Colombie : le candidat Abelardo de la Espriella pourra continuer d'utiliser les symboles nationaux
La justice colombienne a provisoirement levé l'obligation de retirer les emblèmes nationaux de sa campagne, tandis que le Conseil d'État confirme sa candidature malgré une triple nationalité controversée.
La campagne présidentielle colombienne a été marquée par un revirement judiciaire significatif : la Cour suprême de justice a suspendu, de manière provisoire, l’ordonnance du tribunal supérieur de Bogotá qui interdisait au candidat Abelardo de la Espriella d’utiliser les symboles nationaux. Selon la haute juridiction, le Conseil national électoral (CNE) étant l’autorité compétente pour valider le logo et le slogan « Firmes por la patria », un juge de tutelle ne pouvait ordonner leur retrait. Dès lors, l’avocat a repris l’usage du maillot de la sélection colombienne et des couleurs du drapeau, un élément central de sa stratégie visuelle.
Cette décision intervient alors que le Conseil d’État venait de rejeter une demande d’annulation de sa candidature, fondée sur sa triple nationalité – colombienne, italienne et surtout états-unienne. Un groupe d’anciens magistrats avait invoqué un « conflit de loyautés », arguant que le serment d’allégeance américain pourrait être incompatible avec la fonction présidentielle. Or, la Constitution ne prohibe pas la double nationalité pour un candidat né colombien, et la Section Cinquième a estimé que l’acte attaqué n’était pas susceptible de contrôle judiciaire. Cette clarification juridique, bien que technique, éteint provisoirement une controverse qui, en Europe ou en Afrique, aurait pu connaître un traitement différent, tant les législations sur la binationalité des chefs d’État varient.
Au-delà des arcanes juridiques, la campagne voit se multiplier les ingérences étrangères, un phénomène que des observateurs latino-américains jugent inédit.
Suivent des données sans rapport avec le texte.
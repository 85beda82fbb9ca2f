#!/usr/bin/env bash
# Side-by-side load run (docs/performance.md): the real service and the bare ceiling endpoint, each driven by wrk with
# the typical patient-view request at 32 concurrent connections on loopback. Prints the throughput ratio service/bare
# and p50/p99 of each, samples the service's resident memory from /proc, writes summary.json and summary.md, and
# stops both servers at the end (also on Ctrl-C or error). Traffic goes to 127.0.0.1 only.
#
# Usage: tests/CdsNatremia.Benchmarks/run-load.sh [--duration S] [--soak] [--connections N] [--threads N]
#                                                  [--sample S] [--out DIR] [--no-build]
#   --duration S     measured seconds per endpoint (default 30)
#   --soak           the service runs 300 s (memory steadiness, RSS sampled every 5 s); the bare endpoint keeps --duration
#   --connections N  concurrent connections (default 32)      --threads N  wrk threads (default 2)
#   --sample S       RSS sampling interval in seconds (default 5)
#   --out DIR        output folder (default tests/CdsNatremia.Benchmarks/results/<UTC time>)
#   --no-build       use the existing Release build
# Environment: SERVICE_PORT (default 5180), BARE_PORT (default 5181), WARMUP (seconds, default 10).
set -euo pipefail

ROOT="$(cd "$(dirname "$0")/../.." && pwd)"
DURATION=30
SERVICE_DURATION=""
CONNECTIONS=32
THREADS=2
SAMPLE=5
OUT=""
BUILD=1
SERVICE_PORT="${SERVICE_PORT:-5180}"
BARE_PORT="${BARE_PORT:-5181}"
WARMUP="${WARMUP:-10}"

while [[ $# -gt 0 ]]; do
  case "$1" in
    --duration) DURATION="$2"; shift 2 ;;
    --soak) SERVICE_DURATION=300; shift ;;
    --connections) CONNECTIONS="$2"; shift 2 ;;
    --threads) THREADS="$2"; shift 2 ;;
    --sample) SAMPLE="$2"; shift 2 ;;
    --out) OUT="$2"; shift 2 ;;
    --no-build) BUILD=0; shift ;;
    -h|--help) sed -n '2,17p' "$0"; exit 0 ;;
    *) echo "unknown option: $1 (see --help)" >&2; exit 2 ;;
  esac
done
SERVICE_DURATION="${SERVICE_DURATION:-$DURATION}"
for n in "$DURATION" "$SERVICE_DURATION" "$CONNECTIONS" "$THREADS" "$SAMPLE" "$WARMUP" "$SERVICE_PORT" "$BARE_PORT"; do
  [[ "$n" =~ ^[0-9]+$ && "$n" -gt 0 ]] || { echo "numbers must be positive integers (got '$n')" >&2; exit 2; }
done
[[ "$SERVICE_DURATION" -le 3600 && "$DURATION" -le 3600 ]] || { echo "a run is limited to 3600 s" >&2; exit 2; }
command -v wrk >/dev/null || { echo "wrk is missing: apt-get install -y wrk" >&2; exit 2; }
command -v curl >/dev/null || { echo "curl is missing: apt-get install -y curl" >&2; exit 2; }
command -v python3 >/dev/null || { echo "python3 is missing (used for the summary): apt-get install -y python3" >&2; exit 2; }

OUT="${OUT:-$ROOT/tests/CdsNatremia.Benchmarks/results/$(date -u +%Y%m%dT%H%M%SZ)}"
mkdir -p "$OUT"
export DOTNET_CLI_TELEMETRY_OPTOUT=1 DOTNET_NOLOGO=1

SERVICE_BIN="$ROOT/src/CdsNatremia.Service/bin/Release/net10.0"
BARE_BIN="$ROOT/tests/CdsNatremia.Benchmarks.Bare/bin/Release/net10.0"
BENCH_BIN="$ROOT/tests/CdsNatremia.Benchmarks/bin/Release/net10.0"
LUA="$ROOT/tests/CdsNatremia.Benchmarks/post-request.lua"

if [[ "$BUILD" == 1 ]]; then
  echo "== Building Release"
  dotnet build "$ROOT/tests/CdsNatremia.Benchmarks/CdsNatremia.Benchmarks.csproj" -c Release -nologo -v q
  dotnet build "$ROOT/tests/CdsNatremia.Benchmarks.Bare/CdsNatremia.Benchmarks.Bare.csproj" -c Release -nologo -v q
fi

PIDS=()
cleanup() {
  for pid in "${PIDS[@]}"; do
    kill "$pid" 2>/dev/null || true
  done
  for pid in "${PIDS[@]}"; do
    for _ in $(seq 1 50); do kill -0 "$pid" 2>/dev/null || break; sleep 0.2; done
    kill -9 "$pid" 2>/dev/null || true
  done
}
trap cleanup EXIT INT TERM

for port in "$SERVICE_PORT" "$BARE_PORT"; do
  if curl -s -o /dev/null --max-time 2 "http://127.0.0.1:$port/"; then
    echo "port $port on 127.0.0.1 is already in use; set SERVICE_PORT / BARE_PORT" >&2; exit 2
  fi
done

echo "== Writing the typical request"
dotnet "$BENCH_BIN/CdsNatremia.Benchmarks.dll" write-request "$OUT/request.json"

# The service: Release build, its appsettings.json, Development environment (no client token needed), warnings-only
# logging as in production, audit storage and everything else on its defaults. Loopback only.
echo "== Starting the service on 127.0.0.1:$SERVICE_PORT and the bare endpoint on 127.0.0.1:$BARE_PORT"
(cd "$SERVICE_BIN" && ASPNETCORE_ENVIRONMENT=Development Logging__LogLevel__Default=Warning \
  exec dotnet CdsNatremia.Service.dll --urls "http://127.0.0.1:$SERVICE_PORT") >"$OUT/service.log" 2>&1 &
SERVICE_PID=$!
PIDS+=("$SERVICE_PID")
(cd "$BARE_BIN" && ASPNETCORE_ENVIRONMENT=Production \
  exec dotnet CdsNatremia.Benchmarks.Bare.dll --urls "http://127.0.0.1:$BARE_PORT") >"$OUT/bare.log" 2>&1 &
BARE_PID=$!
PIDS+=("$BARE_PID")

wait_ready() {
  local port="$1" pid="$2" name="$3"
  for _ in $(seq 1 120); do
    kill -0 "$pid" 2>/dev/null || { echo "$name exited during start-up; see $OUT/$name.log" >&2; exit 1; }
    curl -sf -o /dev/null --max-time 2 "http://127.0.0.1:$port/healthz" && return 0
    sleep 0.5
  done
  echo "$name did not answer /healthz within 60 s; see $OUT/$name.log" >&2
  exit 1
}
wait_ready "$SERVICE_PORT" "$SERVICE_PID" service
wait_ready "$BARE_PORT" "$BARE_PID" bare

# One checked request each: HTTP 200 with at least one card, before any load.
for target in "service:$SERVICE_PORT" "bare:$BARE_PORT"; do
  name="${target%%:*}"; port="${target##*:}"
  code=$(curl -s -o "$OUT/$name-response.json" -w '%{http_code}' --max-time 10 -H 'Content-Type: application/json' \
    --data-binary @"$OUT/request.json" "http://127.0.0.1:$port/cds-services/natremia-chart-review")
  if [[ "$code" != 200 ]] || ! grep -q '"cards":\[{' "$OUT/$name-response.json"; then
    echo "$name answered HTTP $code without a card; see $OUT/$name-response.json" >&2; exit 1
  fi
done
echo "   both answer HTTP 200 with a card ($(wc -c <"$OUT/service-response.json") bytes from the service)"

sample_rss() {
  local pid="$1" file="$2" seconds="$3" start
  start=$(date +%s)
  echo "elapsed_s,rss_kib" >"$file"
  while kill -0 "$pid" 2>/dev/null && (( $(date +%s) - start <= seconds )); do
    awk -v t="$(( $(date +%s) - start ))" '/^VmRSS:/ { print t "," $2 }' "/proc/$pid/status" >>"$file" 2>/dev/null || true
    sleep "$SAMPLE"
  done
}

run_wrk() {
  local name="$1" port="$2" pid="$3" seconds="$4"
  local url="http://127.0.0.1:$port/cds-services/natremia-chart-review"
  echo "== $name: warm-up ${WARMUP} s, then ${seconds} s at $CONNECTIONS connections, $THREADS wrk threads"
  WRK_BODY_FILE="$OUT/request.json" timeout $((WARMUP + 30)) \
    wrk -t"$THREADS" -c"$CONNECTIONS" -d"${WARMUP}s" -s "$LUA" "$url" >"$OUT/$name-warmup.txt"
  sample_rss "$pid" "$OUT/$name-rss.csv" "$seconds" &
  local sampler=$!
  WRK_BODY_FILE="$OUT/request.json" timeout $((seconds + 60)) \
    wrk -t"$THREADS" -c"$CONNECTIONS" -d"${seconds}s" --timeout 10s --latency -s "$LUA" "$url" | tee "$OUT/$name-wrk.txt" | grep -v '^WRK_JSON'
  kill "$sampler" 2>/dev/null || true
  wait "$sampler" 2>/dev/null || true
}

run_wrk service "$SERVICE_PORT" "$SERVICE_PID" "$SERVICE_DURATION"
run_wrk bare "$BARE_PORT" "$BARE_PID" "$DURATION"

# The machine, for the record.
{
  echo "nproc=$(nproc)"
  echo "memory=$(awk '/MemTotal/ { printf "%.1f GiB", $2 / 1048576 }' /proc/meminfo)"
  echo "cpu=$(awk -F': ' '/model name/ { print $2; exit }' /proc/cpuinfo)"
  echo "dotnet=$(dotnet --version)"
  echo "wrk=$(wrk -v 2>&1 | head -1)"
  echo "loadavg_at_end=$(cut -d' ' -f1-3 /proc/loadavg)"
} >"$OUT/machine.txt"

python3 - "$OUT" "$CONNECTIONS" "$THREADS" "$SERVICE_DURATION" "$DURATION" <<'PY'
import csv, json, sys, pathlib
out, connections, threads, service_s, bare_s = pathlib.Path(sys.argv[1]), int(sys.argv[2]), int(sys.argv[3]), int(sys.argv[4]), int(sys.argv[5])

def wrk(name):
    for line in (out / f"{name}-wrk.txt").read_text().splitlines():
        if line.startswith("WRK_JSON "):
            d = json.loads(line[len("WRK_JSON "):])
            d["requests_per_s"] = d["requests"] / (d["duration_us"] / 1e6)
            d["errors_total"] = sum(d["errors"].values())
            return d
    raise SystemExit(f"no WRK_JSON line in {name}-wrk.txt")

def rss(name):
    rows = [(int(r["elapsed_s"]), int(r["rss_kib"])) for r in csv.DictReader(open(out / f"{name}-rss.csv"))]
    if not rows:
        return None
    mib = [(t, k / 1024) for t, k in rows]
    after = [m for t, m in mib if t >= min(60, mib[-1][0] // 2)] or [m for _, m in mib]
    return {"samples": len(mib), "first_mib": round(mib[0][1], 1), "last_mib": round(mib[-1][1], 1),
            "max_mib": round(max(m for _, m in mib), 1), "settled_mib": round(after[0], 1),
            "growth_after_settling_mib": round(mib[-1][1] - after[0], 1)}

service, bare = wrk("service"), wrk("bare")
machine = dict(l.split("=", 1) for l in (out / "machine.txt").read_text().splitlines() if "=" in l)
ratio = service["requests_per_s"] / bare["requests_per_s"] if bare["requests_per_s"] else 0.0
summary = {"connections": connections, "wrk_threads": threads, "service_seconds": service_s, "bare_seconds": bare_s,
           "machine": machine, "service": service, "bare": bare, "throughput_ratio": round(ratio, 3),
           "service_rss": rss("service"), "bare_rss": rss("bare"),
           "targets": {"throughput_ratio_at_least_0_20": ratio >= 0.20,
                       "service_p99_at_most_40_ms": service["latency_us"]["p99"] <= 40000,
                       "no_errors": service["errors_total"] == 0 and bare["errors_total"] == 0}}
(out / "summary.json").write_text(json.dumps(summary, indent=2) + "\n")

ms = lambda us: f"{us / 1000:.2f}"
lines = [f"# Load run ({connections} connections, {threads} wrk threads, loopback)", "",
         f"Machine: {machine.get('nproc')} cores, {machine.get('memory')}, {machine.get('cpu')}; .NET SDK {machine.get('dotnet')}; "
         f"load average at end {machine.get('loadavg_at_end')}.", "",
         "| endpoint | seconds | requests/s | p50 ms | p90 ms | p99 ms | max ms | errors |", "|---|---|---|---|---|---|---|---|"]
for name, d, s in (("service", service, service_s), ("bare", bare, bare_s)):
    l = d["latency_us"]
    lines.append(f"| {name} | {s} | {d['requests_per_s']:.0f} | {ms(l['p50'])} | {ms(l['p90'])} | {ms(l['p99'])} | {ms(l['max'])} | {d['errors_total']} |")
lines += ["", f"Throughput ratio service / bare: **{ratio:.3f}** (target ≥ 0.20, issue 19: {'met' if ratio >= 0.20 else 'not met'}).",
          f"Service p99: **{ms(service['latency_us']['p99'])} ms** (target ≤ 40 ms, issue 19: {'met' if service['latency_us']['p99'] <= 40000 else 'not met'})."]
r = summary["service_rss"]
if r:
    lines.append(f"Service RSS: {r['samples']} samples, settled {r['settled_mib']} MiB, last {r['last_mib']} MiB, max {r['max_mib']} MiB, "
                 f"growth after settling {r['growth_after_settling_mib']} MiB (samples in service-rss.csv).")
(out / "summary.md").write_text("\n".join(lines) + "\n")
print("\n".join(lines))
PY
echo "== Results in $OUT (summary.md, summary.json, *-wrk.txt, *-rss.csv)"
Les États-Unis, l’Argentine, l’Équateur ou encore le Salvador ont affiché des préférences pour M. de la Espriella, parfois devant le candidat officiel du camp au pouvoir, Iván Cepeda. Ces interventions, dénoncées comme une atteinte à l’autodétermination, rappellent combien les élections colombiennes s’inscrivent dans un jeu d’influences régionales.
Pour l’heure, ces victoires judiciaires autorisent le candidat à déployer pleinement sa rhétorique patriotique, alors que le fond du litige reste à trancher. La tutelle initiale pourrait connaître un dénouement différent, et la question de la loyauté liée à la nationalité américaine n’a peut-être pas livré tous ses effets politiques. À l’approche du scrutin du 21 juin, Abelardo de la Espriella capitalise sur ces décisions pour renforcer son image de défenseur des symboles nationaux, mais la fragilité de ces victoires temporaires laisse planer une incertitude juridique que ses adversaires ne manqueront pas d’exploiter.